In this special, holly-decked edition, Jason begins by asking David the obvious question and despite receiving the rather obvious answer, presses ahead regardless with a bumper, eight-bottle sampling of his own Christmas wine choices that is guaranteed to get even the most diehard humbug ding-dong-merrily-on-high.
Sure enough, David's soon getting teary-eyed over a pocket-sized, half-bottle of Leon Beyer, Cremant d'Alsace; a finely-bubbled, brioche-bouqueted vivifier that's perfect for incentivising the scullion on sprout-peeling duty.

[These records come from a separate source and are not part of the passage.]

def _valve_types(t: Table) -> dict[str, tuple[list, list]]:
    types = {}
    for name in list(t.data):
        vt = t.table(name)
        presets = vt.numbers("presets", min_len=2)
        kvs = vt.numbers("kv_m3_per_h", min_len=2)
        if len(presets) != len(kvs):
            raise vt.fail("kv_m3_per_h", "must have one Kv per preset")
        if any(b <= a for a, b in zip(presets, presets[1:], strict=False)):
            raise vt.fail("presets", "must be strictly increasing")
        if any(k <= 0 for k in kvs):
            raise vt.fail("kv_m3_per_h", "every Kv must be > 0")
        vt.reject_unknown()
        types[name] = (presets, kvs)
    return types


def _emitter(t: Table, room_ids: dict[str, int], valve_types: dict) -> Emitter:
    room_name = t.text("room")
    if room_name not in room_ids:
        raise t.fail("room", f"unknown room {room_name!r}")
    power_W = 1e3 * t.number(
        "nominal_power_kW", positive=True, high=MAX_EMITTER_POWER_KW
    )
    preset = None
    _exactly_one(t, "kv_m3_per_h", "preset")
    if t.has("kv_m3_per_h"):
        kv = t.number("kv_m3_per_h", positive=True)
    else:
        preset = t.number("preset")
        valve_type = t.text("valve_type")
        if valve_type not in valve_types:
            known = ", ".join(sorted(valve_types)) or "none, add a [valve_types] table"
            raise t.fail(
                "valve_type", f"unknown valve type {valve_type!r}; known types: {known}"
            )
        presets, kvs = valve_types[valve_type]
        try:
            kv = float(kv_from_preset(preset, presets, kvs))
        except ScenarioError as exc:
            raise t.fail("preset", str(exc)) from None
    water_L = t.number(
        "water_volume_L",
        DEFAULT_WATER_L_PER_KW * power_W / 1e3,
        positive=True,
        high=MAX_WATER_L,
    )
    steel_kg = t.number(
        "metal_mass_kg",
        DEFAULT_STEEL_KG_PER_KW * power_W / 1e3,
        positive=True,
        high=MAX_METAL_KG,
    )
    emitter = Emitter(
        id=t.text("id"),
        room=room_ids[room_name],
        nominal_power_W=power_W,
        exponent=t.number("exponent", DEFAULT_EXPONENT, low=1.0, high=2.0),
        water_volume_m3=water_L / 1e3,
        metal_capacity_J_K=steel_kg * STEEL_CP_J_KG_K,
        kv_m3_h=kv,
        preset=preset,
        thermostatic=t.boolean("thermostatic_head", True),
        band_K=t.number(
            "proportional_band_K", DEFAULT_BAND_K, positive=True, high=10.0
        ),
        convective_fraction=t.number(
            "convective_fraction", DEFAULT_CONVECTIVE_FRACTION, low=0.0, high=1.0
        ),
        sensor_time_constant_s=60.0
        * t.number(
            "sensor_time_constant_min",
            DEFAULT_SENSOR_TIME_CONSTANT_MIN,
            positive=True,
            high=MAX_SENSOR_TIME_CONSTANT_MIN,
        ),
    )
    t.reject_unknown()
    return emitter


def _pipe(t: Table, key: str, default=None) -> PipeSpec:
    value = t.raw(key, default)
    if isinstance(value, str):
        if value not in PIPE_CATALOG:
            known = ", ".join(sorted(PIPE_CATALOG))
            raise t.fail(key, f"unknown pipe type {value!r}; known types: {known}")
        p = PIPE_CATALOG[value]
        return PipeSpec(value, p.inner_diameter_m, p.roughness_m, p.outer_diameter_m)
    if isinstance(value, dict):
        sub = Table(value, t.where(key), t.origin)
        d_m = sub.number("inner_diameter_mm", positive=True, high=200.0) / 1e3
        spec = PipeSpec(
            sub.text("name", "custom"),
            d_m,
            sub.number("roughness_mm", positive=True, high=5.0) / 1e3,
            sub.number("outer_diameter_mm", d_m * 1e3 * 1.15, positive=True) / 1e3,
        )
        sub.reject_unknown()
        if spec.outer_diameter_m <= spec.inner_diameter_m:
            raise sub.fail("outer_diameter_mm", "must exceed inner_diameter_mm")
        return spec
    raise t.fail(key, f"must be a pipe type name or a table, got {value!r}")


def _route(t: Table, emitter_ids: dict[str, int]) -> Route:
    # Validated here so errors name the route-level key; floors inherit them.
    _pipe(t, "header_pipe")
    _pipe(t, "branch_pipe")
    feed = _pipe(t, "feed_pipe", t.data.get("header_pipe"))
    seen: dict[str, str] = {}
    floors = []
    for ft in t.tables("floors", min_len=1):
        tees = []
        for tt in ft.tables("tees", min_len=1):
            name = tt.text("emitter")
            if name not in emitter_ids:
                raise tt.fail("emitter", f"unknown emitter {name!r}")
            if name in seen:
                raise tt.fail(
                    "emitter",
                    f"emitter {name!r} is already on the route at {seen[name]}",
                )
            seen[name] = tt.path
            tees.append(
                Tee(
                    emitter_ids[name],
                    tt.number(
                        "header_length_m", non_negative=True, high=MAX_PIPE_LENGTH_M
                    ),
                    tt.number("branch_length_m", positive=True, high=MAX_PIPE_LENGTH_M),
                )
            )
            tt.reject_unknown()
        floors.append(
            FloorRoute(
                floor=ft.integer("floor", low=-5, high=MAX_FLOOR),
                riser_length_m=ft.number(
                    "riser_length_m", 0.0, non_negative=True, high=MAX_PIPE_LENGTH_M
                ),
                header_pipe=_pipe(ft, "header_pipe", t.data["header_pipe"]),
                branch_pipe=_pipe(ft, "branch_pipe", t.data["branch_pipe"]),
                tees=tuple(tees),
                **_floor_layout(ft, tees, emitter_ids),
            )
        )
        ft.reject_unknown()
    missing = [name for name in emitter_ids if name not in seen]
    if missing:
        raise t.fail(
            "floors", f"the route does not visit emitter(s) {', '.join(missing)}"
        )
    numbers = [f.floor for f in floors]
    if len(set(numbers)) != len(numbers):
        raise t.fail("floors", f"each floor may appear once, got floors {numbers}")
    route = Route(
        feed_length_m=t.number("feed_length_m", positive=True, high=MAX_PIPE_LENGTH_M),
        feed_pipe=feed,
        floors=tuple(sorted(floors, key=lambda f: f.floor)),
        insulated=t.boolean("insulated", True),
        unheated_space_temp_C=t.number(
            "unheated_space_temp_C", 10.0, low=-30.0, high=40.0
        ),
        pipes_in_unheated_space=t.boolean("pipes_in_unheated_space", False),
    )
    t.reject_unknown()
    return route


def _source(t: Table) -> Source:
    controls = [
        k for k in ("flow_temp_C", "flow_temp_schedule", "heating_curve") if t.has(k)
    ]
    if len(controls) != 1:
        raise t.fail(
            "flow_temp_C",
            "give exactly one flow-temperature control: flow_temp_C, "
            f"[source.flow_temp_schedule] or [source.heating_curve], got {controls}",
        )
    schedule_time = schedule_temp = curve_outdoor = curve_flow = None
    if t.has("flow_temp_C"):
        flow_temp = t.number("flow_temp_C", low=25.0, high=95.0)
    elif t.has("flow_temp_schedule"):
        st = t.table("flow_temp_schedule")
        times = st.numbers("time_h", min_len=1)
        temps = st.numbers("flow_temp_C", min_len=1)
        if len(times) != len(temps):
            raise st.fail("flow_temp_C", "must have one value per entry of time_h")
        if any(b <= a for a, b in zip(times, times[1:], strict=False)):
            raise st.fail(
                "time_h", f"times must be strictly increasing (in order), got {times}"
            )
        if any(not 0.0 <= x <= MAX_WEATHER_TIME_H for x in times):
            raise st.fail(
                "time_h",
                f"times must lie within 0 to {MAX_WEATHER_TIME_H:g} h, got {times}",
            )
        if any(not 25.0 <= x <= 95.0 for x in temps):
            raise st.fail(
                "flow_temp_C", f"values must lie within 25 to 95, got {temps}"
            )
        st.reject_unknown()
        schedule_time = tuple(3600.0 * x for x in times)
        schedule_temp = tuple(float(x) for x in temps)
        flow_temp = max(schedule_temp)
    else:
        ct = t.table("heating_curve")
        outdoor = ct.numbers("outdoor_temp_C", min_len=2)
        flow = ct.numbers("flow_temp_C", min_len=2)
        if len(outdoor) != len(flow):
            raise ct.fail(
                "flow_temp_C", "must have one value per entry of outdoor_temp_C"
            )
        if any(b <= a for a, b in zip(outdoor, outdoor[1:], strict=False)):
            raise ct.fail(
                "outdoor_temp_C", f"must be strictly increasing, got {outdoor}"
            )
        if any(not -50.0 <= x <= 40.0 for x in outdoor):
            raise ct.fail(
                "outdoor_temp_C", f"values must lie within -50 to 40, got {outdoor}"
            )
        if any(not 25.0 <= x <= 95.0 for x in flow):
            raise ct.fail("flow_temp_C", f"values must lie within 25 to 95, got {flow}")
        if any(b > a for a, b in zip(flow, flow[1:], strict=False)):
            raise ct.fail(
                "flow_temp_C",
                "must not rise as the outdoor temperature rises (a heating curve "
                f"falls), got {flow}",
            )
        ct.reject_unknown()
        curve_outdoor = tuple(float(x) for x in outdoor)
        curve_flow = tuple(float(x) for x in flow)
        flow_temp = max(curve_flow)
    source = Source(
        max_power_W=1e3
        * t.number("max_power_kW", positive=True, high=MAX_SOURCE_POWER_KW),
        flow_temp_C=flow_temp,
        water_volume_m3=t.number("water_volume_L", 3.0, positive=True, high=MAX_WATER_L)
        / 1e3,
        flow_schedule_time_s=schedule_time,
        flow_schedule_temp_C=schedule_temp,
        curve_outdoor_temp_C=curve_outdoor,
        curve_flow_temp_C=curve_flow,
    )
    t.reject_unknown()
    return source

With an eye to the fact that your relatives may well hang around far longer than your wine does, Jason's next suggestion is a German, Pinot Gris vom Kalkstein. At around a tenner a bottle, your feckless offspring can neck this easy-going aperitif while you're still worrying over your cranberry reduction.
Two wines in and our intrepid duo have only got as far as the smoked salmon, which Jason decides he'll pair with a 2018 Chablis, Domaine Christoph Camu. David may call it, 'Trad,' but this nervy, fruity classic has been around for a long time for good reason and this one's so desirable, your salmon will be just begging for the lemon juice.

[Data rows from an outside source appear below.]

def shown_now(widget) -> bool:
    """Whether `widget` is shown at this moment: it and every container up to its screen
    displayed (a view switched away is display: none)."""
    node = widget
    while node is not None and not isinstance(node, Screen):
        if not getattr(node, "display", True):
            return False
        node = node.parent
    return True



class SteadyKeys:
    """A screen whose key line keeps one order. Textual lists a screen's keys in the order it
    meets them along the focus chain, so the same keys swap places as the focus moves (a
    text field's own ctrl+d or ctrl+x puts that key first). Here they are always listed by
    who owns them, the view's own keys first, then the screen's, then the app's, each in the
    order its BINDINGS give."""

    @property
    def active_bindings(self):
        got = super().active_bindings  # type: ignore[misc]

        def rank(item):
            key, active = item
            node = active.node
            tier = 2 if node is self.app else 1 if node is self else 0  # type: ignore[attr-defined]
            # (the node's own map of keys, in BINDINGS order; none known: by key alone)
            order = list(getattr(getattr(node, "_bindings", None), "key_to_bindings", ()))
            return (tier, type(node).__name__, order.index(key) if key in order else len(order))

        return dict(sorted(got.items(), key=rank))

class KeepFocusOnStaleHide:
    """A Hide that arrives after the widget is shown again (a quick switch away and back:
    the Hide of the first switch is handled after the second switch and a Tab had put the
    focus here) must not blur it: Textual's own handler would, and the keys typed next went
    nowhere. A Hide while hidden blurs as before."""

    def _on_hide(self, event: events.Hide) -> None:
        # Textual runs the `_on_hide` of every class in the line; prevent_default stops the
        # ones below this (Widget's would blur)
        if self.has_focus and shown_now(self):
            event.prevent_default()  # stale: shown again, and the focus placed here since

In need of respite from the demands of meal-planning, Jason and David divert to Christmas Eve and sample a 2017 Yapp Rouge; a toothsome, mid-weight, pure cabernet sauvignon that will cheer any opportunist carollers who happen to gate-crash your silent night. Before you can say, 'Figgy pudding,' however, they're back to the big day and a beautiful Beaujolais 'Fleurie' from Alain Graillot. This racy, crunchy, floral red is Beaujolais done the right way. All you have to do is do your guinea fowl the right way, too.
With the beefeaters and mushroom munchers in mind, the gloves are off for Jason's next choice; a no-holds-barred 2015 Châteauneuf Du Pape 'Le Vieux Donjon.' This awesome dark fruit, cherry and tapenade, vintage wine will hush all conversation at the table and wrap even your most garrulous guest in a welcome bubble of solipsistic and appreciative contemplation.
Though David may wish to linger, Jason is bringing out the cheese already and for the first time in their podcasting history, our vinous pair enjoy the novelty of eating something to soak up all the sampling they've done. The cheese is a heady, truffle-infused Godminster cheddar which team Yapp has paired with an equally heady Château Milhau Lacugue, 'La Truffiere.' Not quite like putting curry on your vindaloo, but a double-truffle treat for any hedonist who can't get enough of a good thing. And for those who may feel they've had quite enough of everything, Jason's last suggestion may just persuade them to linger a little longer at the table. Put away the port, stash the Sauternes; Banyuls from Domaine La Tour Vielle is a limpid, caramel-coloured, candied peel and fig, dessert wine that will stand up to Christmas pud, mince pies and chocolate whilst everyone else is falling over.